Am J Respir Crit Care Med ; 202(6): 812-821, 2020 09 15.
Artículo en Inglés | MEDLINE | ID: mdl-32584597

RESUMEN

Rationale: Coronavirus disease (COVID-19) is a global threat to health. Its inflammatory characteristics are incompletely understood.Objectives: To define the cytokine profile of COVID-19 and to identify evidence of immunometabolic alterations in those with severe illness.Methods: Levels of IL-1ß, IL-6, IL-8, IL-10, and sTNFR1 (soluble tumor necrosis factor receptor 1) were assessed in plasma from healthy volunteers, hospitalized but stable patients with COVID-19 (COVIDstable patients), patients with COVID-19 requiring ICU admission (COVIDICU patients), and patients with severe community-acquired pneumonia requiring ICU support (CAPICU patients).
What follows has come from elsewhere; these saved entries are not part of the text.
package mixing_test

import (
	"fmt"
	"math"

	"github.com/antipode-color/antipode/colorimetry"
	"github.com/antipode-color/antipode/mixing"
)

// ExampleYuleNielsen shows a 50 % tint of a dark ink on white paper by
// Murray–Davies (n = 1) and with optical dot gain (n = 2): the light
// scattered under the dots makes the tint darker than its area suggests.
func ExampleYuleNielsen() {
	paper, solid := 0.81, 0.01
	fmt.Printf("Murray–Davies: %.3f\n", mixing.MurrayDavies(paper, solid, 0.5))
	for _, n := range []float64{1, 2, 4} {
		fmt.Printf("Yule–Nielsen n = %g: %.3f\n", n, mixing.YuleNielsen(paper, solid, 0.5, n))
	}
	a, _ := mixing.YuleNielsenCoverage(paper, solid, 0.25, 2)
	fmt.Printf("coverage of R = 0.25 at n = 2: %.2f\n", a)
	// Output:
	// Murray–Davies: 0.410
	// Yule–Nielsen n = 1: 0.410
	// Yule–Nielsen n = 2: 0.250
	// Yule–Nielsen n = 4: 0.160
	// coverage of R = 0.25 at n = 2: 0.50
}

// ExampleDemichelTo lists the area fractions of the four Neugebauer
// primaries of two inks printed at 30 % and 60 %.
func ExampleDemichelTo() {
	inks := []string{"c", "m"}
	w := mixing.DemichelTo(make([]float64, 4), []float64{0.3, 0.6})
	for p, v := range w {
		fmt.Printf("%-5s %.2f\n", mixing.PrimaryName(inks, p), v)
	}
	// Output:
	// paper 0.28
	// c     0.12
	// m     0.42
	// c+m   0.18
}

// htExGrid is the examples' grid, 400–700 nm at 10 nm.
var htExGrid = colorimetry.Grid{Start: 400, Step: 10, N: 31}

// htExPrimaries makes the primaries of two invented inks, a blue-green
// and a red, by multiplying their transmittances over a white paper.
func htExPrimaries() []colorimetry.Spectrum {
	ink := func(nm, peak, width, height float64) float64 {
		d := (nm - peak) / width
		return 0.03 + height*math.Exp(-0.5*d*d)
	}
	out := make([]colorimetry.Spectrum, 4)
	for p := range out {
		v := make([]float64, htExGrid.N)
		for j := range v {
			nm := htExGrid.Wavelength(j)
			a := 0.0
			if p&1 != 0 {
				a += ink(nm, 620, 60, 1.2)
			}
			if p&2 != 0 {
				a += ink(nm, 500, 50, 1.1)
			}
			v[j] = 0.87 * math.Pow(10, -2*a)
		}
		out[p], _ = colorimetry.NewSpectrumOnGrid(htExGrid, v, colorimetry.Options{})
	}
	return out
}

// ExampleFitHalftone calibrates a two-ink print from its primaries and
// tint ramps (made here with n = 1.7 and a dot gain of 15 % at 50 %), then
// solves the coverages of a colour printed at 35 % and 70 %.
func ExampleFitHalftone() {
	inks := []string{"teal", "red"}
	prim := htExPrimaries()
	// The "press": e = a + 0.6·a·(1 − a) gives 15 % gain at 50 %.
	var nom, eff []float64
	for s := 0; s <= 20; s++ {
		a := float64(s) / 20
		nom, eff = append(nom, a), append(eff, a+0.6*a*(1-a))
	}
	gain, _ := mixing.NewDotGain(nom, eff)
	press, err := mixing.NewHalftone(htExGrid, inks, prim, []float64{1.7}, []mixing.DotGain{gain, gain}, 0)
	if err != nil {
		fmt.Println(err)
		return
	}
	var chart []mixing.HalftoneSample
	patch := func(name string, a, b float64) {
		r, _ := press.Reflectance([]mixing.Amount{{Name: "teal", Value: a}, {Name: "red", Value: b}})
		chart = append(chart, mixing.HalftoneSample{Name: name, Reflectance: r,
			Coverages: []mixing.Amount{{Name: "teal", Value: a}, {Name: "red", Value: b}}})
	}
	patch("paper", 0, 0)
	patch("teal", 1, 0)
	patch("red", 0, 1)
	patch("teal+red", 1, 1)
	for _, a := range []float64{0.1, 0.25, 0.5, 0.75, 0.9} {
		patch(fmt.Sprint("teal ", a), a, 0)
		patch(fmt.Sprint("red ", a), 0, a)
	}
	m, err := mixing.FitHalftone(inks, chart, mixing.HalftoneFitSettings{})
	if err != nil {
		fmt.Println(err)
		return
	}
	n, _ := m.NFactor()
	fmt.Printf("n = %.2f\n", n[0])
	for _, f := range m.InkFits() {
		fmt.Printf("%s: dot gain at 50 %% = %.1f %%\n", f.Ink, 100*f.Gain50)
	}

	target, _ := press.Reflectance([]mixing.Amount{{Name: "teal", Value: 0.35}, {Name: "red", Value: 0.7}})
	sol, err := m.Solve(target, mixing.HalftoneSolveSettings{})
	if err != nil {
		fmt.Println(err)
		return
	}
	r := sol.Recipes[0]
	for _, a := range r.Amounts {
		fmt.Printf("%s %.1f %%\n", a.Name, 100*a.Value)
	}
	fmt.Printf("ΔE00 %.2f, reachable %v, total %.0f %%\n", r.DE00, r.Reachable, r.Extra["tac_percent"])
	// Output:
	// n = 1.70
	// teal: dot gain at 50 % = 15.0 %
	// red: dot gain at 50 % = 15.0 %
	// teal 35.0 %
	// red 70.0 %
	// ΔE00 0.00, reachable true, total 105 %
}

// ExampleHalftone_GreyBalance finds the coverages of three invented inks
// that print neutral greys (a* = b* = 0 under D50) from light to dark.
func ExampleHalftone_GreyBalance() {
	bands := [][3]float64{{630, 55, 0.75}, {535, 40, 0.7}, {440, 35, 0.65}} // centre, width, height
	prim := make([]colorimetry.Spectrum, 8)
	for p := range prim {
		v := make([]float64, htExGrid.N)
		for j := range v {
			nm := htExGrid.Wavelength(j)
			a := 0.0
			for i, b := range bands {
				if p&(1<<i) != 0 {
					d := (nm - b[0]) / b[1]
					a += 0.03 + b[2]*math.Exp(-0.5*d*d)
				}
			}
			v[j] = 0.88 * math.Pow(10, -2*a)
		}
		prim[p], _ = colorimetry.NewSpectrumOnGrid(htExGrid, v, colorimetry.Options{})
	}
	m, err := mixing.NewHalftone(htExGrid, []string{"c", "m", "y"}, prim, []float64{1.8}, nil, 300)
	if err != nil {
		fmt.Println(err)
		return
	}
	gb, err := m.GreyBalance(mixing.GreyBalanceSettings{Steps: 4})
	if err != nil {
		fmt.Println(err)
		return
	}
	fmt.Printf("paper L* %.0f, darkest neutral L* %.0f\n", gb.Paper.L, gb.DarkestL)
	for _, st := range gb.Steps[1:3] {
		fmt.Printf("L* %.0f: c %.0f %%, m %.0f %%, y %.0f %%; ΔE00 %.1f from neutral\n", st.Target.L,
			100*st.Coverages[0].Value, 100*st.Coverages[1].Value, 100*st.Coverages[2].Value, st.DE00)
	}
	// Output:
	// paper L* 95, darkest neutral L* 21
	// L* 70: c 31 %, m 24 %, y 36 %; ΔE00 0.0 from neutral
	// L* 46: c 62 %, m 52 %, y 70 %; ΔE00 0.0 from neutral
}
Immunometabolic markers were measured in circulating neutrophils from patients with severe COVID-19. The acute phase response of AAT (alpha-1 antitrypsin) to COVID-19 was also evaluated.Measurements and Main Results: IL-1ß, IL-6, IL-8, and sTNFR1 were all increased in patients with COVID-19. COVIDICU patients could be clearly differentiated from COVIDstable patients, and demonstrated higher levels of IL-1ß, IL-6, and sTNFR1 but lower IL-10 than CAPICU patients. COVID-19 neutrophils displayed altered immunometabolism, with increased cytosolic PKM2 (pyruvate kinase M2), phosphorylated PKM2, HIF-1α (hypoxia-inducible factor-1α), and lactate. The production and sialylation of AAT increased in COVID-19, but this antiinflammatory response was overwhelmed in severe illness, with the IL-6:AAT ratio markedly higher in patients requiring ICU admission (P < 0.0001). In critically unwell patients with COVID-19, increases in IL-6:AAT predicted prolonged ICU stay and mortality, whereas improvement in IL-6:AAT was associated with clinical resolution (P < 0.0001).Conclusions: The COVID-19 cytokinemia is distinct from that of other types of pneumonia, leading to organ failure and ICU need. Neutrophils undergo immunometabolic reprogramming in severe COVID-19 illness. Cytokine ratios may predict outcomes in this population.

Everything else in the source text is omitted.